John Linton ......everything looks a little 'greyer' despite it being a very pleasant day.
We got home a short while ago after a 16 hour journey 'door to door' and started to look at what's been happening in communications land during the short absence. Maybe it's the effect of 5 days of relaxed activities in another country but nothing much seems to have happened over the past week that affects anything Exetel does:
- Telstra seem to have started another one of their endless 'promotions' offering ADSL2 to Exetel customers (and I assume other ISPs customers) at below the wholesale prices they sell Exetel ADSL1 connections for which is the way they get round ACCC invigilation ("oh no officer - we haven't changed our retail pricing we are just running a limited promotion for a short time - honest").

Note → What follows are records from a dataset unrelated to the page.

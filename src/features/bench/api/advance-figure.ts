import { useMutation, useQueryClient } from '@tanstack/react-query';
import type { Board, Figure } from '../../../../shared/schemas/commissions';
import { api } from '../../../lib/api-client';

/** Marks the figure's current stage done; the next one becomes current. */
export function advanceFigure(studioId: number, figureId: number): Promise<Figure> {
  return api<Figure>(`/api/studios/${studioId}/figures/${figureId}/advance`, { method: 'POST' });
}

/** Moves the card on every cached board at once, so a drop does not jump back while the server answers. */
function moveCard(board: Board, figureId: number): Board {
  const from = board.columns.findIndex((c) => c.cards.some((k) => k.figureId === figureId));
  if (from < 0 || from >= board.columns.length - 1) return board;
  const card = board.columns[from].cards.find((k) => k.figureId === figureId)!;
  return {
    ...board,
    columns: board.columns.map((c, i) =>
      i === from ? { ...c, cards: c.cards.filter((k) => k.figureId !== figureId) } : i === from + 1 ? { ...c, cards: [...c.cards, card] } : c,
    ),
  };
}

export function useAdvanceFigure(studioId: number) {
  const queryClient = useQueryClient();
  return useMutation({
    mutationFn: (figureId: number) => advanceFigure(studioId, figureId),
    onMutate: async (figureId) => {
      await queryClient.cancelQueries({ queryKey: ['board'] });
      const before = queryClient.getQueriesData<Board>({ queryKey: ['board'] });
      for (const [key, board] of before) if (board) queryClient.setQueryData(key, moveCard(board, figureId));
      return { before };
    },
    onError: (_err, _id, ctx) => {
      for (const [key, board] of ctx?.before ?? []) queryClient.setQueryData(key, board);
    },
    onSettled: () =>
      Promise.all([queryClient.invalidateQueries({ queryKey: ['board'] }), queryClient.invalidateQueries({ queryKey: ['commissions'] })]),
  });
}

- We have made some progress in one of our two legal matters with Telstra and have also attempted a way forward with our case against the TIO.
- One of the two banks we use wrote to us agreeing to lend us around $A8 million to buy IP bandwidth from SCCC or some other carrier providing that.....etc......etc.

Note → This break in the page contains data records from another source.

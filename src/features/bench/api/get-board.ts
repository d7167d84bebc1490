import { keepPreviousData, queryOptions, useQuery } from '@tanstack/react-query';
import type { Board, BoardQuery } from '../../../../shared/schemas/commissions';
import { api } from '../../../lib/api-client';

export function getBoard(studioId: number, filter: BoardQuery, signal?: AbortSignal): Promise<Board> {
  return api<Board>(`/api/studios/${studioId}/board`, { query: { ...filter }, signal });
}

export function boardQueryOptions(studioId: number, filter: BoardQuery = {}) {
  return queryOptions({
    queryKey: ['board', { studioId, ...filter }] as const,
    queryFn: ({ signal }) => getBoard(studioId, filter, signal),
    placeholderData: keepPreviousData,
  });
}

export function useBoard(studioId: number, filter: BoardQuery) {
  return useQuery(boardQueryOptions(studioId, filter));
}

- Sales of all but one 'product' tracked to plan over the week
- Telephone and email customer response times continued to track towards the EOFY targets
So, all in all, I may be able to take more time off in the future as I could have contributed nothing to anything at Exetel over the past week.

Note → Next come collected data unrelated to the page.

def frame_page(fig: Figure, model: AdditiveModel, fingerprint: str, title: str, page: int, pages: int) -> None:
    """Title, outcome, cautions and fingerprint: the parts every page shares."""
    if is_invented(model):
        add_matplotlib_mark(fig, left=LEFT, width=WIDTH)
    fig.text(LEFT, 0.965, title, fontsize=15, weight="bold", va="top")
    outcome = model.outcome
    heading = f"Model review: {model.name} version {model.version}. Outcome: {outcome['event']} (horizon: {outcome['horizon']}). Population: {outcome['population']}."
    fig.text(LEFT, 0.937, "\n".join(textwrap.wrap(heading, 118)), fontsize=7.5, va="top")
    caution = "\n".join(textwrap.wrap(CAUTIONS, 120))
    fig.text(LEFT, 0.062, caution, fontsize=7, va="top", style="italic")
    fig.text(LEFT, 0.022, f"model fingerprint (SHA-256) {fingerprint}", fontsize=6.5, family="monospace", va="bottom")
    fig.text(LEFT + WIDTH, 0.022, f"page {page} of {pages}", fontsize=7, ha="right", va="bottom")


def summary_page(
    model: AdditiveModel,
    ranking: list[TermImportance] | None,
    flags: list[Flag],
    settings: FlagSettings,
    population_note: str,
) -> tuple[Figure, list[Flag]]:
    """The ranking chart (first page only) and as many flags as fit; returns the page and the flags left over."""
    fig = new_page()
    top = 0.575 if ranking is not None else 0.90
    if ranking is not None:
        _ranking_chart(fig, ranking, flags, population_note)
        declared = declarations_text(model)
        fig.text(LEFT, top, "\n".join(textwrap.wrap(declared, 150)), fontsize=6.5, va="top")
        top -= 0.012 * (1 + len(declared) // 150) + 0.008
    return fig, _flag_list(fig, flags, settings, top, continued=ranking is None)


def declarations_text(model: AdditiveModel) -> str:
    """What the methodologist has declared, which the direction and care-process flags rely on."""
    directions = [f"{f.name} {f.direction}" for f in model.features if f.direction and f.name in model.used_features]
    care = [f.name for f in model.features if f.role == "care_process" and f.name in model.used_features]
    return (
        "Declared directions: " + (", ".join(directions) if directions else "none")
        + ". Care-process markers: " + (", ".join(care) if care else "none")
        + ". (Declare with scorecard edit --declare FEATURE=increasing|decreasing|care_process.)"
    )


def _ranking_chart(fig: Figure, ranking: list[TermImportance], flags: list[Flag], population_note: str) -> None:
    ax = fig.add_axes([LEFT + 0.15, 0.61, WIDTH - 0.15, 0.27])
    fig.text(LEFT, 0.895, f"Terms ranked by importance: mean |contribution| to the log-odds, {population_note}", fontsize=9, va="bottom")
    names = [r.term for r in ranking][::-1]
    values = [r.mean_abs for r in ranking][::-1]
    flagged = {f.term for f in flags}
    bars = ax.barh(range(len(names)), values, color="0.75", edgecolor="black", linewidth=0.6)
    for bar, name in zip(bars, names):
        if name in flagged:
            bar.set_hatch("////")
    ax.set_yticks(range(len(names)), [f"{n}  (flagged)" if n in flagged else n for n in names], fontsize=7)
    ax.set_xlabel("mean |contribution| (log-odds); hatched bars have flags", fontsize=7)
    ax.tick_params(axis="x", labelsize=7)
    for i, r in enumerate(ranking[::-1]):
        ax.text(r.mean_abs, i, f" {r.mean_abs:.3f} (largest {r.largest:.2f})", va="center", fontsize=6)
    ax.set_xlim(0, max(values + [1e-9]) * 1.45)
    ax.spines[["top", "right"]].set_visible(False)



def _flag_list(fig: Figure, flags: list[Flag], settings: FlagSettings, top: float, continued: bool) -> list[Flag]:
    lines: list[tuple[str, dict]] = []
    heading = f"Flags ({len(flags)})" if flags else "Flags: none raised"
    if continued:
        heading = f"Flags, continued ({len(flags)} more)"
    lines.append((heading, {"weight": "bold", "fontsize": 10}))
    lines.append(
        (
            f"Thresholds: large effect {settings.large_effect:g} log-odds; direction tolerance {settings.monotone_tolerance:g}; "
            f"band = score +/- {settings.band_width:g} spread; few patients < {settings.sparse_patients:g}; rare level < {100 * settings.rare_share:g}% of patients.",
            {"fontsize": 6.5, "style": "italic"},
        )
    )
    kind = None
    y_budget = top - 0.03 - 0.085
    used = 0.0
    shown = 0
    for flag in flags:
        block: list[tuple[str, dict]] = []
        if flag.kind != kind:
            block.append((FLAG_TITLES[flag.kind], {"weight": "bold", "fontsize": 8}))
        wrapped = textwrap.wrap(f"[{flag.term}] {flag.message}", 128)
        block += [(("- " if i == 0 else "  ") + w, {"fontsize": 7}) for i, w in enumerate(wrapped)]
        height = sum(0.0165 if s.get("weight") else 0.0125 for _, s in block)
        if used + height > y_budget:
            break
        lines += block
        used += height
        kind = flag.kind
        shown += 1
    y = top
    for text, style in lines:
        fig.text(LEFT, y, text, va="top", **style)
        y -= 0.0165 if style.get("weight") else 0.0125
    return flags[shown:]


def term_page(
    model: AdditiveModel,
    term: Term,
    cohort: pd.DataFrame | None,
    importance: TermImportance,
    flags: list[Flag],
    settings: FlagSettings,
) -> Figure:
    fig = new_page()
    if term.kind == "continuous":
        _continuous(fig, model, term, cohort, settings)
    elif term.kind == "pair":
        _pair(fig, model, term, cohort, settings)
    else:
        _levels(fig, model, term, cohort, settings)
    notes = [
        f"Importance: mean |contribution| {importance.mean_abs:.3f} log-odds ({importance.source}); largest |score| {importance.largest:.2f}.",
    ]
    if term.kind != "pair" and model.feature(term.feature).direction:
        notes.append(f"Declared direction: {model.feature(term.feature).direction}.")
    for n in term.feature_names:
        if model.feature(n).role == "care_process":
            notes.append(f"{n} is marked a care-process marker: its effect shows how care was given, not a cause of risk.")
    notes += [f"FLAG {FLAG_TITLES[f.kind].lower()}: {f.message}" for f in flags] or ["No flags on this term."]
    y = 0.235
    for note in notes:
        for i, line in enumerate(textwrap.wrap(note, 120)):
            fig.text(LEFT, y, line, fontsize=7.5, va="top", weight="bold" if note.startswith("FLAG") and i == 0 else "normal")
            y -= 0.014
            if y < 0.075:
                return fig
    return fig


# -- one-feature continuous terms -------------------------------------------------------------------


def _x_limits(term: Term, rng: dict | None, values: np.ndarray | None) -> tuple[float, float]:
    points = list(term.edges or [])
    if rng:
        points += [rng["min"], rng["max"]]
    if values is not None and np.isfinite(values).any():
        points += [float(np.nanmin(values)), float(np.nanmax(values))]
    lo, hi = (min(points), max(points)) if points else (0.0, 1.0)
    pad = 0.06 * (hi - lo or 1.0)
    return lo - pad, hi + pad


def _continuous(fig: Figure, model: AdditiveModel, term: Term, cohort: pd.DataFrame | None, settings: FlagSettings) -> None:
    feature = model.feature(term.feature)
    rng = feature.training_range
    values = feature_values(cohort, feature) if cohort is not None else None
    xlo, xhi = _x_limits(term, rng, values)
    has_missing = term.missing_score is not None
    shape_ax = fig.add_axes([LEFT, 0.52, WIDTH - (0.11 if has_missing else 0), 0.36])
    dens_ax = fig.add_axes([LEFT, 0.29, WIDTH - (0.11 if has_missing else 0), 0.17], sharex=shape_ax)
    scores = np.asarray(term.scores, dtype=float)
    spread = np.asarray(term.spread, dtype=float) if term.spread is not None else None
    edges = list(term.edges or [])
    if term.shape == "linear":
        xs = np.r_[xlo, edges, xhi]
        ys = np.r_[scores[0], scores, scores[-1]]
        band = np.r_[spread[0], spread, spread[-1]] if spread is not None else None
        step = None
    else:
        xs = np.r_[xlo, edges, xhi]
        ys = np.r_[scores, scores[-1]]
        band = np.r_[spread, spread[-1]] if spread is not None else None
        step = "post"
    if band is not None:
        k = settings.band_width
        shape_ax.fill_between(xs, ys - k * band, ys + k * band, step=step, facecolor="0.88", edgecolor="0.35", hatch="////", linewidth=0.0, label=f"band: score +/- {k:g} spread")
    shape_ax.plot(xs, ys, color="black", linewidth=1.8, drawstyle="steps-post" if step else "default", label="shape (log-odds)")
    shape_ax.axhline(0.0, color="black", linewidth=0.6, linestyle=(0, (1, 2)), label="population average (0)")
    _mark_range(shape_ax, rng, xlo, xhi, label=True)
    shape_ax.set_ylabel("contribution to log-odds", fontsize=8)
    shape_ax.set_xlim(xlo, xhi)
    shape_ax.tick_params(labelsize=7, labelbottom=False)
    shape_ax.legend(fontsize=6.5, loc="best", frameon=True, framealpha=0.9)
    shape_ax.set_title(f"{term.name}: {feature.label}" + (f" ({feature.unit})" if feature.unit else ""), fontsize=11, loc="left")
    if has_missing:
        miss_ax = fig.add_axes([LEFT + WIDTH - 0.08, 0.52, 0.08, 0.36], sharey=shape_ax)
        ms = term.missing_score
        err = settings.band_width * spread.mean() if spread is not None else None
        miss_ax.errorbar([0], [ms], yerr=None if err is None else [[err], [err]], fmt="D", color="black", capsize=3)
        miss_ax.axhline(0.0, color="black", linewidth=0.6, linestyle=(0, (1, 2)))
        miss_ax.set_xticks([0], ["not\nmeasured"], fontsize=7)
        miss_ax.set_xlim(-1, 1)
        miss_ax.tick_params(labelleft=False, labelsize=7)
        miss_ax.text(0, ms, f"  {ms:+.2f}", fontsize=7, va="bottom")
    # density underneath: patients per unit of the feature, over the term's own bins when they are few enough
    # to read (so integer-valued measurements do not alias), else over 40 equal bins
    if values is not None or (term.counts is not None and term.shape == "step"):
        if values is not None:
            seen = np.clip(values[np.isfinite(values)], xlo, xhi)
            bounds = np.r_[xlo, edges, xhi] if 0 < len(edges) <= 150 and term.shape == "step" else np.linspace(xlo, xhi, 41)
            counts, _ = np.histogram(seen, bins=bounds)
            source = "cohort"
        else:
            bounds = np.r_[xlo, edges, xhi]
            counts = np.asarray(term.counts, dtype=float)
            source = "training counts"
        widths = np.diff(bounds)
        heights = np.where(widths > 0, counts / np.where(widths > 0, widths, 1), 0)
        dens_ax.bar(bounds[:-1], heights, width=widths, align="edge", color="0.8", edgecolor="black", linewidth=0.4)
        dens_ax.set_ylabel(f"patients per unit\n({source})", fontsize=7)
    elif term.counts is not None:
        dens_ax.vlines(edges, 0, term.counts, color="black", linewidth=2)
        dens_ax.set_ylabel("patients near knot\n(training counts)", fontsize=7)
    else:
        dens_ax.text(0.5, 0.5, "no cohort and no training counts: density unknown", transform=dens_ax.transAxes, ha="center", fontsize=8)
    _mark_range(dens_ax, rng, xlo, xhi, label=False)
    dens_ax.set_xlabel(f"{feature.label}" + (f" ({feature.unit})" if feature.unit else ""), fontsize=8)
    dens_ax.tick_params(labelsize=7)
    dens_ax.spines[["top", "right"]].set_visible(False)
    if has_missing:
        n_missing = term.missing_count if values is None else float(np.isnan(values).sum())
        if n_missing is not None:
            fig.text(LEFT + WIDTH - 0.04, 0.40, f"not measured:\n{n_missing:g} patients", fontsize=7, ha="center")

My main task in the 3 days or so left between now and the start of April is to decide on how to address the apparent positioning of voice telephone calls (and 'lines') becoming a 'standard' inclusion in broad band plans - whether ADSL, Wireless or the putative 'NBN2' fibre offers. It seems that the consensus of the 'bundlers' is that Telstra's voice call services are dead meat moving forward and those suppliers that have any sort of significant revenues from telephone voice calls on the PSTN/ISDN are rushing for the exits and trying to mitigate the damage with VoIP - it's been coming for a long time and maybe this is just an acceleration point? I did notice in the tracking we do that there has been a threefold increase in data plans including 'unlimited' voice calls as part of the 'deal'.
Over the past year these offers have become more real and less deceptive and are a sensible approach in almost every way. Voice calls are only another data stream and they can be easily 'included' in a data product offering. The childish mumblings about "mums and dads not having the technical abilities to handle VoIP" are as inaccurate now as they always were and few people with an IQ above their shoe size wouldn't be able to change their PSTN to VoIP in a few minutes with simple instructions. We have been offering various plans that include VoIP for some two plus years now and have developed our own systems and installed our own switches over that time to be able to offer progressively more sophisticated VoIP services (as well as the SMS and FAX services) and we are now able to offer a pretty good MoIP service on Nokia hand sets and on Apple iPhone handsets in the near future.
However, we now need to sort out exactly how we either 'bundle' 'unlimited' VoIP calls or provide an extension of the add on packs we have had for a while now. I don't think I will be able to spend any time on that today but it is the key project to complete over the next few days.
Amazing how quickly a holiday begins to fade from your memory.